NOT DESIGNATED FOR PUBLICATION

No. 112,505

IN THE COURT OF APPEALS OF THE STATE OF KANSAS

STATE OF KANSAS, Appellee,

v.

DAVID COCHRAN, Appellant.

MEMORANDUM OPINION

Appeal from Leavenworth District Court; GUNNAR A. SUNDBY, judge. Opinion filed March 18, 2016. Affirmed.

Joanna Labastida, of Kansas Appellate Defender Office, for appellant.

Cheryl A. Marquardt, assistant county attorney, Todd L. Thompson, county attorney, and Derek Schmidt, attorney general, for appellee.

Before STANDRIDGE, P.J., LEBEN and POWELL, JJ.

Per Curiam: A jury convicted David Cochran of rape for having sexual intercourse with a child who was under 14 years of age. On appeal, Cochran makes four allegations of error: (1) The district court erred in admitting two videotaped interviews of the victim in addition to the victim's testimony at trial; (2) the investigating detective's testimony unlawfully encouraged the jury to draw a negative inference from Cochran's postarrest silence; (3) the district court's use of the word "should" when instructing the jury on the State's burden of proof negated the jury's right to nullification; and (4)

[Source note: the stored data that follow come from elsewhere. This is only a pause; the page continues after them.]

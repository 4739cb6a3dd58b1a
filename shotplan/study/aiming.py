"""The aim references: contact fraction, overlap word and ghost-ball and
contact-point offsets for each cut (geometry only, no simulation)."""

from __future__ import annotations

import math
from collections.abc import Sequence
from dataclasses import dataclass
from typing import Any

from ..aim import aim_at, cut_for_fraction_deg, direction_deg, ghost_ball, overlap_word
from ..equipment import TableSpec
from ..errors import InputError
from .base import (
    angle_diff,
    check_distance,
    fields_dict,
    table_dict,
)

__all__ = [
    "AimRow",
    "AimTable",
    "aim_table",
]


# ------------------------------------------------------------------- aim
@dataclass(frozen=True, slots=True)
class AimRow:
    """Aim references for one cut angle."""

    cut_deg: float
    """Cut angle, degrees."""
    fraction: float
    """Ball-hit fraction (how much of the object ball the cue ball covers
    along the aim line)."""
    overlap: str
    """The trade's word: full, three-quarter, half, quarter, thin."""
    ghost_offset_mm: float
    """Ghost-ball centre's offset from the object ball's centre across the
    aim line, mm: where to aim, measured from the object ball's centre."""
    contact_offset_mm: float
    """Contact point's offset from the object ball's centre across the aim line, mm."""
    aim_angle_deg: float
    """Angle at the cue ball between the ghost-ball aim and the line to the
    object ball's centre, degrees (depends on the cue-ball distance)."""

    def to_dict(self) -> dict[str, Any]:
        """Every field by name."""
        return fields_dict(self)


@dataclass(frozen=True, slots=True)
class AimTable:
    """Aim references for a list of cuts, on one table's balls."""

    table: TableSpec
    """The table (its ball radius sets the offsets)."""
    cue_distance_m: float
    """Cue ball to the ghost ball for ``aim_angle_deg``, m."""
    entries: tuple[AimRow, ...]
    """The rows, by cut angle."""

    @property
    def named(self) -> list[tuple[str, float]]:
        """The cut angle of each named fraction (full, three-quarter, half, quarter)."""
        return [(w, cut_for_fraction_deg(f)) for w, f in
                (("full", 1.0), ("three-quarter", 0.75), ("half", 0.5), ("quarter", 0.25))]

    def rows(self) -> list[dict[str, Any]]:
        """One CSV row per cut."""
        return [{"study": "aim", **r.to_dict()} for r in self.entries]

    def to_dict(self) -> dict[str, Any]:
        """The ``--json`` document."""
        return {"study": "aim", "table": table_dict(self.table),
                "ball_diameter_mm": self.table.ball.diameter_m * 1000.0,
                "cue_distance_m": self.cue_distance_m,
                "named": [{"overlap": w, "cut_deg": c} for w, c in self.named],
                "rows": [r.to_dict() for r in self.entries]}


def aim_table(spec: TableSpec, cuts: Sequence[float] | None = None,
              cue_distance: float = 0.5) -> AimTable:
    """Contact fraction, ghost-ball offset and overlap word for each cut.

    The numbers are measured on a constructed layout with
    :mod:`shotplan.aim` (object ball on the open bed, the ghost ball behind
    it, the cue ball ``cue_distance`` from the ghost ball at the cut), not
    typed in, so a table with another ball size gets its own offsets.

    Parameters
    ----------
    spec
        The table.
    cuts
        Cut angles, degrees; default 0 to 90 by 5 (at 90 nothing is hit:
        fraction 0), plus the cuts of the three-quarter and quarter-ball hits.
    cue_distance
        Cue ball to ghost ball, m.

    Returns
    -------
    AimTable
        One row per cut.
    """
    if cuts is None:
        base = {float(c) for c in range(0, 91, 5)}
        base |= {round(cut_for_fraction_deg(f), 9) for f in (0.75, 0.25)}
        cuts = sorted(base)
    for c in cuts:
        if isinstance(c, bool) or not isinstance(c, int | float) or not 0.0 <= c <= 90.0:
            raise InputError(f"cut angle: {c!r} deg is out of range, must be between 0 and 90")
    if not cuts:
        raise InputError("cut angle: at least one angle is needed")
    check_distance(cue_distance, "cue-ball distance", spec)
    R = spec.ball.radius_m
    ob = (0.5 * spec.length_m, 0.5 * spec.width_m)
    target = (ob[0] + 1.0, ob[1])  # the object ball is sent along +x
    g = ghost_ball(ob, target, R)
    rows = []
    for cut in cuts:
        a = math.radians(-cut)  # a left cut: the cue ball's line clockwise of the object ball's
        cue = (g[0] - cue_distance * math.cos(a), g[1] - cue_distance * math.sin(a))
        aim = aim_at(cue, ob, target, R)
        ux, uy = math.cos(math.radians(aim.direction_deg)), math.sin(math.radians(aim.direction_deg))

        def across(p: tuple[float, float], ux: float = ux, uy: float = uy,
                   cue: tuple[float, float] = cue) -> float:
            """Distance of p from the aim line (through the cue ball, toward the ghost ball)."""
            return abs((p[0] - cue[0]) * uy - (p[1] - cue[1]) * ux)

        # The ghost ball's centre is on the aim line, so the ghost-ball
        # offset is the object ball's centre's distance from it; the contact
        # point's offset is the object ball's centre against the line through
        # the contact point parallel to the aim.
        ghost_off = across(ob)
        contact_off = abs(ghost_off - across(aim.contact))
        rows.append(AimRow(float(cut), aim.fraction, overlap_word(aim.fraction),
                           ghost_off * 1000.0, contact_off * 1000.0,
                           abs(angle_diff(aim.direction_deg, direction_deg(cue, ob)))))
    return AimTable(spec, float(cue_distance), tuple(rows))
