"""Drill stations whose zone is the next ball's shot atlas.

Outside reference: the shot search run again with the cue ball at spots
inside the computed zone (the claim that the zone leaves the next ball easy),
and the zone's own area from shapely.
"""

from __future__ import annotations

import json
from pathlib import Path

import pytest

from shotplan.cli import main
from shotplan.drills import load_drill, resolve_atlas_zones
from shotplan.layout import load_layout
from shotplan.search import find_shots

ROOT = Path(__file__).resolve().parents[1]
LAYOUT = ROOT / "assets" / "layouts" / "club-night-4-position-drill.json"


def _drill(tmp_path: Path, zone: dict) -> Path:
    doc = {"format": "shotplan-drill", "version": 1, "title": "Atlas zone",
           "stations": [{"name": "Four for the five", "layout": str(LAYOUT), "ball": "4",
                         "pocket": "foot-right", "zone": zone}]}
    path = tmp_path / "d.json"
    path.write_text(json.dumps(doc))
    return path


def test_atlas_zone_is_computed_and_leaves_the_next_ball_easy(tmp_path):
    drill = load_drill(_drill(tmp_path, {"atlas": "5", "min_window_deg": 1.0, "grid_m": 0.1}))
    st = drill.stations[0]
    assert st.zone is None and st.zone_atlas is not None
    assert drill.to_dict()["stations"][0]["zone"]["atlas"] == "5"  # the file keeps the request
    done = resolve_atlas_zones(drill, workers=0).stations[0]
    assert done.zone is not None and done.zone.area is not None
    assert done.zone.geometry.area > 0.1
    # Points deep inside the zone (0.05 m in from its edge): the search, run
    # there with ball 4 gone, finds ball 5 a shot; the zone is built from
    # 10 cm cells whose centres have a 1-degree window, so at least half.
    after = load_layout(LAYOUT).without_ball("4")
    inner = done.zone.geometry.buffer(-0.05)
    pts = [inner.representative_point()] + [p.representative_point()
                                            for p in getattr(inner, "geoms", [])][:2]
    for p in pts:
        res = find_shots(after.with_ball("cue", (p.x, p.y)), balls=["5"], top=1)
        assert res.shots and res.shots[0].window_deg >= 0.5


def test_drill_with_an_atlas_zone_runs_and_draws_it(tmp_path, capsys):
    path = _drill(tmp_path, {"atlas": "5", "min_window_deg": 1.0, "grid_m": 0.15})
    sheet = tmp_path / "sheet.pdf"
    code = main(["drill", str(path), "--trials", "40", "--workers", "0", "-o", str(sheet),
                 "--json"])
    out, err = capsys.readouterr()
    assert code == 0, err
    doc = json.loads(out)
    assert sheet.exists()
    text = json.dumps(doc)
    assert "ball 5" in text  # the zone's words reach the result


@pytest.mark.parametrize("zone,fragment", [
    ({"atlas": "4"}, "another object ball"),
    ({"atlas": "9"}, "another object ball"),
    ({"atlas": "5", "min_window_deg": 0}, "out of range"),
    ({"atlas": "5", "grid_m": 2}, "out of range"),
    ({"atlas": "5", "colour": "gold"}, "unknown field"),
])
def test_bad_atlas_zone_in_a_drill_is_one_line(zone, fragment, tmp_path, capsys):
    code = main(["drill", str(_drill(tmp_path, zone)), "--trials", "10", "--workers", "0"])
    out, err = capsys.readouterr()
    assert code == 2 and out == "" and fragment in err
    assert len(err.strip().splitlines()) == 1 and "Traceback" not in err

1 cumulative error. After a review of the record, we find no error and affirm Cochran's convictions.

FACTUAL AND PROCEDURAL BACKGROUND

In 2012, Cochran resided in Peculiar, Missouri, where he owned and operated a moving business. Cochran hired K.G., a lifelong friend, to work with him in the business. During the school year, K.G.'s 13-year-old daughter L.A.G. lived with her mother, C.M., in Kansas during the week and spent the weekends with her father in Missouri. In the summer, L.A.G. stayed with her father during the week and returned to her mother on the weekends. Throughout the summer of 2012, L.A.G. and her father spent considerable time together with Cochran, Cochran's girlfriend, and her 4-year-old daughter.

In the early morning around 1 a.m. of August 27, 2012, C.M. observed L.A.G. talking on her cellular phone. C.M. asked L.A.G. who was on the phone, and L.A.G. answered that she was talking to Cochran's girlfriend. After returning home from work the next evening, C.M. took L.A.G.'s phone to get the girlfriend's phone number. She then saw that between the evening of August 26 and the morning of August 27, 2012, L.A.G.'s phone received text messages from a phone number L.A.G. had added to her phone's contacts under the name "Catrice." The content of those text messages reflected that Catrice picked up L.A.G. from C.M.'s house at 2 a.m. and returned her at 5 a.m.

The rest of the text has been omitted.